--- START ---

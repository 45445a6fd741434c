/**
 * The one list of base-quantity families, in the order their quantities enter the search (the
 * order decides which of two equal terms is kept). Adding a family: one file in this folder
 * exporting a BaseFamily, and one entry here.
 */
import { column } from './column.ts';
import { complexParts } from './complex-parts.ts';
import { quotients } from './quotients.ts';

export const BASE_FAMILIES = [column, complexParts, quotients] as const;
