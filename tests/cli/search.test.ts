import { describe, it, expect, beforeAll } from 'vitest';
import { mkdtempSync, writeFileSync } from 'node:fs';
import { tmpdir } from 'node:os';
import { join } from 'node:path';
import { runCli } from '../../src/cli/main.ts';
import { memoryIO } from '../../src/cli/io.ts';
import { Rng } from '../../src/util/rng.ts';

let dir = '';
beforeAll(() => {
  dir = mkdtempSync(join(tmpdir(), 'surmise-search-'));
  // the planted law from the issue: y = 3x² − 2pq + noise (noise SD 0.05)
  const rng = new Rng(2026);
  const lines = ['id,x,p,q,y'];
  for (let i = 0; i < 1500; i++) {
    const x = rng.uniform(0.5, 2);
    const p = rng.uniform(-1, 1);
    const q = rng.uniform(-1, 1);
    lines.push(`k${i},${x},${p},${q},${3 * x * x - 2 * p * q + 0.05 * rng.normal()}`);
  }
  writeFileSync(join(dir, 'planted.csv'), lines.join('\n') + '\n');
});

describe('surmise search (CLI)', () => {
  it('--json finds 3x² − 2pq with rationals 3 and −2, reports mode, counts and a front (known answer by construction)', async () => {
    const io = memoryIO(dir);
    const code = await runCli(['search', 'planted.csv', '--target', 'y', '--from', 'x,p,q', '--max-terms', '2', '--powers', '-3..3', '--max-complexity', '3', '--json', '--top', '5'], io);
    expect(code).toBe(0);
    const j = JSON.parse(io.out);
    expect(j.mode).toBe('exhaustive');
    expect(j.selectionRows + j.heldOutRows).toBe(1500);
    expect(j.nCandidatesTried).toBeGreaterThan(1000);
    expect(j.candidates).toHaveLength(5);
    const best = j.candidates[0];
    expect(new Set(best.terms)).toEqual(new Set(['x^2', 'p*q']));
    const rat = Object.fromEntries(best.terms.map((t: string, k: number) => [t, best.rationals[k].text]));
    expect(rat).toEqual({ 'x^2': '3', 'p*q': '-2' });
    expect(best.heldOutRmse).toBeLessThan(0.06);
    expect(best.complexity).toBe(4); // x^2: 2, p*q: 2 (README's count)
    expect(j.front.some((c: { terms: string[] }) => c.terms.includes('x^2') && c.terms.includes('p*q'))).toBe(true);
    // the front is ordered by complexity with strictly falling held-out error
    for (let k = 1; k < j.front.length; k++) {
      expect(j.front[k].complexity).toBeGreaterThan(j.front[k - 1].complexity);
      expect(j.front[k].heldOutRmse).toBeLessThan(j.front[k - 1].heldOutRmse);
    }
    // not a terminal: at most plain progress lines (one per 5 s on a slow machine), nothing else
    for (const line of io.err.split('\n').filter(Boolean)) expect(line).toMatch(/^searching formulas: \d+% \(\d+\/100\)$/);
  });
  it('human output names the held-out split and warns about multiple comparisons', async () => {
    const io = memoryIO(dir);
    expect(await runCli(['search', 'planted.csv', '--target', 'y', '--from', 'x,p,q', '--powers', '-1..2', '--max-complexity', '5', '--split', 'random:0.5,0.1,0.4'], io)).toBe(0);
    // project split syntax: 1500 rows → 600 test, 150 validation (unused here, and said so), 750 train
    expect(io.out).toMatch(/selection rows 750, held-out rows 600: .*\(150 rows in neither part\)/);
    expect(io.out).toMatch(/multiple comparisons/);
    expect(io.out).toMatch(/3\*x\^2 - 2\*p\*q/);
    expect(io.out).toMatch(/skipped terms \(6\):\n {2}- sqrt\(p\): 'p' is negative at data row \d+/);
  });
  it('bad input exits 2: power range, unknown column, bad target expression', async () => {
    const a = memoryIO(dir);
    expect(await runCli(['search', 'planted.csv', '--target', 'y', '--from', 'x', '--powers', '3..-3'], a)).toBe(2);
    expect(a.err).toMatch(/--powers 3\.\.-3: the lower end 3 exceeds the upper end -3 \[relate\.badPowers\]/);
    const b = memoryIO(dir);
    expect(await runCli(['search', 'planted.csv', '--target', 'y', '--from', 'x,pp'], b)).toBe(2);
    expect(b.err).toMatch(/no column 'pp'.*did you mean 'p'/);
    const d = memoryIO(dir);
    expect(await runCli(['search', 'planted.csv', '--target', 'y', '--from', 'x', '--time', '10 parsecs'], d)).toBe(2);
    expect(d.err).toMatch(/--time 10 parsecs: expected a duration such as 60s or 2m/);
    const e = memoryIO(dir);
    expect(await runCli(['search', 'planted.csv', '--target', 'y', '--from', 'x', '--lattice', '-2'], e)).toBe(2);
    expect(e.err).toMatch(/--lattice -2: expected auto, off or a positive step/);
    const f = memoryIO(dir);
    expect(await runCli(['search', 'planted.csv', '--target', 'y', '--from', 'x', '--max-complexity', '40'], f)).toBe(2);
    expect(f.err).toMatch(/expected --max-complexity to be at most 12 \(its ceiling\), got 40/);
    const c = memoryIO(dir);
    expect(await runCli(['search', 'planted.csv', '--target', 'y)', '--from', 'x'], c)).toBe(2);
    expect(c.err).toMatch(/\n {2}y\)\n {3}\^/);
  });
});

--- END ---

Task instructions: Check each line of the entries above for the word "expected". List the ones that have it.

Solution for this problem:
    expect(d.err).toMatch(/--time 10 parsecs: expected a duration such as 60s or 2m/);
    expect(e.err).toMatch(/--lattice -2: expected auto, off or a positive step/);
    expect(f.err).toMatch(/expected --max-complexity to be at most 12 \(its ceiling\), got 40/);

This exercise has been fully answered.